Ultra-low Bitrate Specificity: The theory holds only when bitrates are extremely low. At higher bitrates, the shallow encoder's capacity deficit would become a performance bottleneck again.
Future Work: Exploring self-distillation or online distillation to bypass the teacher training stage, and lightweighting the decoder for a "weak-weak" end-to-end chain.

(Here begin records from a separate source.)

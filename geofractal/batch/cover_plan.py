"""The plan of class maps: each map's header, what it is measured with, and where the tables go."""

from __future__ import annotations

import warnings
from collections.abc import Iterator, Mapping
from dataclasses import dataclass
from functools import cached_property
from pathlib import Path
from typing import TYPE_CHECKING

from geofractal.config.models import Batch, CoverRequest, RasterLayer
from geofractal.config.wording import near_match
from geofractal.config.yaml_tree import KeyPath
from geofractal.cover_map import OWN_BARRIER
from geofractal.errors import ConfigError, GeofractalWarning, LayerError, Problem, SourceError
from geofractal.landcover.barriers import BARRIER
from geofractal.landcover.polygons import class_name
from geofractal.reader.ground import GroundPlane
from geofractal.reader.layers import LayerInfo, allowed
from geofractal.reader.raster import Raster, RasterOptions, open_raster
from geofractal.reader.raster_source import open_source
from geofractal.reader.vector import stream

if TYPE_CHECKING:
    from geofractal.batch.plan import LayerPlan

PATCH_FORMATS = {"geopackage": ".gpkg", "geoparquet": ".parquet"}


@dataclass(frozen=True)
class CoverWork:
    """One measure of a class map, with the layers of its zones and barriers."""

    request: CoverRequest
    zones: LayerPlan | None
    barriers: tuple[LayerPlan, ...]

    @property
    def layers(self) -> tuple[LayerPlan, ...]:
        """Return the layers of zones and barriers."""
        return (*((self.zones,) if self.zones else ()), *self.barriers)


@dataclass(frozen=True)
class CoverPlan:
    """A class map of the batch, ready to be measured: a raster, or a layer of polygons."""

    name: str
    raster: Raster | None
    polygons: LayerPlan | None
    groups: dict[str, tuple[str, ...]]
    works: tuple[CoverWork, ...]
    budget_percent: float

    @cached_property
    def ground(self) -> GroundPlane | None:
        """Return the plane that distances between polygons are measured on; None of a layer without rows."""
        if self.polygons is None or (bounds := self.polygons.info.bounds) is None:
            return None
        from pyproj import CRS

        return GroundPlane(CRS.from_user_input(self.polygons.info.crs), bounds, self.budget_percent / 100)

    @cached_property
    def files(self) -> tuple[Path, ...]:
        """Return the files that hold the map."""
        if self.polygons is not None:
            return (self.polygons.info.path,)
        assert self.raster is not None
        return raster_files(Path(str(self.raster.source)))

    @property
    def warped(self) -> bool:
        """Whether the map is measured on another grid than its own."""
        return self.raster is not None and self.raster.grid is not self.raster.source_grid

    @cached_property
    def stems(self) -> tuple[str, ...]:
        """Return how each measure's files are named: as the map, and one asked again with its prefix too."""
        met: set[str] = set()
        stems = []
        for request in (work.request for work in self.works):
            stems.append(f"{self.name}_{request.prefix}" if request.measure in met else self.name)
            met.add(request.measure)
        return tuple(stems)

    def table(self, folder: Path, stem: str, word: str) -> Path:
        """Return the file of a table of figures in a format."""
        return folder / f"{stem}_figures.{word}"

    def warping_file(self, folder: Path) -> Path:
        """Return the file of what warping did to each class."""
        return folder / f"{self.name}_warping.csv"

    def patch_files(self, batch: Batch, stem: str) -> dict[str, Path]:
        """Return the file of patches in each format."""
        words = [word for word in batch.outputs.formats if word in PATCH_FORMATS] or ["geopackage"]
        if self.raster is None:
            words = ["geoparquet"]
        folder = batch.outputs.folder
        return {word: folder / f"{stem}_patches{PATCH_FORMATS[word]}" for word in words}

    def targets(self, batch: Batch) -> list[Path]:
        """Return all files that the map's results go to."""
        folder = batch.outputs.folder
        files = [
            self.table(folder, stem, word)
            for stem in dict.fromkeys(self.stems)
            for word in batch.outputs.tables
        ]
        files += [self.warping_file(folder)] if self.warped else []
        for work, stem in zip(self.works, self.stems, strict=True):
            if work.request.patch_rule() is not None:
                files += self.patch_files(batch, stem).values()
        return files


def raster_files(path: Path) -> tuple[Path, ...]:
    """Return the files of a raster: itself, what stands beside it, and what a virtual one is made of."""
    found: dict[Path, None] = {}
    waiting = [path]
    while waiting:
        file = waiting.pop()
        if file in found or not file.is_file():
            continue
        found[file] = None
        if file.suffix.lower() == ".vrt" or file == path:
            with open_source(file) as dataset:
                waiting += [Path(name) for name in dataset.files]
    return tuple(found)


def plan_covers(
    batch: Batch, vectors: Mapping[str, LayerPlan], failed: dict[str, SourceError], problems: list[Problem]
) -> tuple[CoverPlan, ...]:
    """Look at every class map's header; what cannot be read goes to `failed`, what is wrong to `problems`."""
    plans: list[CoverPlan] = []
    budget = batch.projection.budget_percent
    for name, layer in batch.layers.items():
        requests = batch.cover_requests_of(name)
        if not requests or name in failed:
            continue
        try:
            works = tuple(_work(request, vectors, failed) for request in requests)
            if isinstance(layer, RasterLayer):
                raster = open_raster(layer.source, reading_options(layer, batch))
                problems += _cover_problems(batch, name, layer, raster)
                plans.append(CoverPlan(name, raster, None, dict(layer.groups), works, budget))
            else:
                plan = CoverPlan(name, None, vectors[name], dict(layer.groups), works, budget)
                problems += _class_problems(batch, plan)
                plans.append(plan)
        except SourceError as error:
            failed[name] = error
        except ConfigError as error:
            problems.append(batch.problem(("layers", name), str(error)))
    return tuple(plans)


def reading_options(layer: RasterLayer, batch: Batch) -> RasterOptions:
    """Return how a layer's raster is read."""
    return RasterOptions(
        band=layer.band,
        crs=layer.crs,
        classes=layer.classes,
        rest=layer.rest,
        nodata=layer.nodata,
        whole_numbers=layer.whole_numbers,
        grid=layer.grid,
        budget_percent=batch.projection.budget_percent,
        cell_size_m=layer.cell_size_m,
    )


def _work(
    request: CoverRequest, vectors: Mapping[str, LayerPlan], failed: Mapping[str, SourceError]
) -> CoverWork:
    used = [("zones", request.zones or "")] + [("barriers", one.layer) for one in request.barriers]
    for what, name in used:
        if name in failed:
            raise LayerError(f"its {what} {name!r} cannot be read: {failed[name]}")
    zones = None if request.zones is None else vectors[request.zones]
    return CoverWork(request, zones, tuple(vectors[one.layer] for one in request.barriers))


def _cover_problems(batch: Batch, name: str, layer: RasterLayer, raster: Raster) -> Iterator[Problem]:
    """Yield classes that groups and measures name and the map does not have."""
    legend = raster.legend
    known = list(legend.names if legend.closed else dict.fromkeys(legend.own_names.values()))
    free = not legend.closed and not legend.own_names  # names are the codes that will be met

    def unknown(cover: str, names: list[str]) -> bool:
        return cover not in names and not (free and cover.lstrip("-").isdigit())

    def told(cover: str, names: list[str]) -> tuple[str, str, str]:
        said = f"the class map {name!r} has no class {cover!r}"
        return said, ", ".join(names) or "the map's codes, as text", near_match(cover, names)

    for group, members in layer.groups.items():
        if group in known:
            said = f"{group!r} is the name of a class already"
            yield batch.problem(("layers", name, "groups", group), said, allowed="another name")
        for place, member in enumerate(members):
            if unknown(member, known):
                said, allowed, near = told(member, known)
                yield batch.problem(
                    ("layers", name, "groups", group, place), said, allowed=allowed, near=near
                )
    for index, request in enumerate(batch.measures):
        if not isinstance(request, CoverRequest) or request.of != name:
            continue
        taking = [place for place, one in enumerate(request.barriers) if one.width_m]
        if taking and BARRIER in (*known, *legend.own_names.values(), *layer.groups):
            yield batch.problem(("measures", index, "barriers", taking[0]), OWN_BARRIER)
        bounding = [*known, BARRIER] if taking else known
        depths = getattr(request.options, "depth_by_neighbour_m", ())
        named = [
            *((("covers", place), one, [*known, *layer.groups]) for place, one in enumerate(request.covers)),
            *((("depth-by-neighbour-m", one), one, bounding) for one in depths),
        ]
        for at, cover, names in named:
            if unknown(cover, names):
                said, allowed, near = told(cover, names)
                yield batch.problem(("measures", index, *at), said, allowed=allowed, near=near)


def class_values(info: LayerInfo, column: str) -> Iterator[str | None]:
    """Yield the class of each polygon of a layer; None where it has none."""
    for part in stream(info, columns=[column]):
        held = part.attributes.column(column).to_pylist()
        yield from map(class_name, held)


def _class_problems(batch: Batch, plan: CoverPlan) -> Iterator[Problem]:
    """Yield columns of classes that a layer of polygons lacks, and groups that are classes already.

    Warns
    -----
    GeofractalWarning
        for a class that groups or measures name and no polygon is of: it may be gone, or be misspelt
    """
    assert plan.polygons is not None
    info, known = plan.polygons.info, dict[str | None, None]()
    asked = [
        (index, request)
        for index, request in enumerate(batch.measures)
        if isinstance(request, CoverRequest) and request.of == plan.name
    ]
    for index, request in asked:
        column = request.class_column
        if column is not None and column not in info.field_names:
            said = f"{info.path}: layer {info.layer!r} has no column {column!r}"
            words = f"{said}; {allowed(info.field_names, column)}"
            yield batch.problem(("measures", index, "class-column"), words)
            return
    for column in dict.fromkeys(request.class_column for _, request in asked):
        known |= {"all": None} if column is None else dict.fromkeys(class_values(info, column))
    classes = [name for name in known if name is not None]
    for index, request in asked:
        taking = [place for place, one in enumerate(request.barriers) if one.width_m]
        if taking and BARRIER in (*classes, *plan.groups):
            yield batch.problem(("measures", index, "barriers", taking[0]), OWN_BARRIER)
    for group in plan.groups:
        if group in known:
            said = f"{group!r} is the name of a class already"
            yield batch.problem(("layers", plan.name, "groups", group), said, allowed="another name")
    for at, name in _classes_named(batch, plan):
        if name not in known:
            said = f"no polygon of {plan.name!r} is of class {name!r}"
            problem = batch.problem(at, said, allowed=", ".join(classes), near=near_match(name, classes))
            warnings.warn(str(problem), GeofractalWarning, stacklevel=2)


def _classes_named(batch: Batch, plan: CoverPlan) -> Iterator[tuple[KeyPath, str]]:
    """Yield where groups and measures of a layer name classes."""
    for group, members in plan.groups.items():
        for place, member in enumerate(members):
            yield ("layers", plan.name, "groups", group, place), member
    for index, request in enumerate(batch.measures):
        if isinstance(request, CoverRequest) and request.of == plan.name:
            for place, cover in enumerate(request.covers):
                if cover not in plan.groups:
                    yield ("measures", index, "covers", place), cover
            for neighbour in getattr(request.options, "depth_by_neighbour_m", ()):
                if neighbour != BARRIER or not any(one.width_m for one in request.barriers):
                    yield ("measures", index, "depth-by-neighbour-m", neighbour), neighbour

vs. StableCodec / DLF: These use heavy pre-trained encoders + secondary latent encoders, resulting in >100M encoder parameters. AEIC uses a shallow pixel-domain encoder + single-step diffusion decoder, reducing parameters to 16M and speeding up by 19× with better perceptual quality.
vs. EVC: EVC achieves 30 FPS through sparse architectures but focuses on normal bitrates and distortion preservation. AEIC brings real-time encoding to the ultra-low bitrate perceptual domain.
vs. PerCo / DiffEIC: These use multi-step (20/50 steps) diffusion with massive latency (OOM on 1080P is common). AEIC uses single-step unconditional diffusion to make decoding feasible while retaining quality.

Rating¶

Novelty: ⭐⭐⭐⭐⭐ Proving deep encoders are unnecessary via rate-variance theory is a paradigm-shifting insight.
Experimental Thoroughness: ⭐⭐⭐⭐ Coverage of three datasets and various metrics is strong, though cross-bitrate generalization could be more detailed.
Writing Quality: ⭐⭐⭐⭐⭐ The logic from motivation to theory to method is clear and well-illustrated.
Value: ⭐⭐⭐⭐⭐ First scheme to achieve SOTA perceptual quality and real-time encoding at ultra-low bitrates, with direct utility for edge/IoT devices.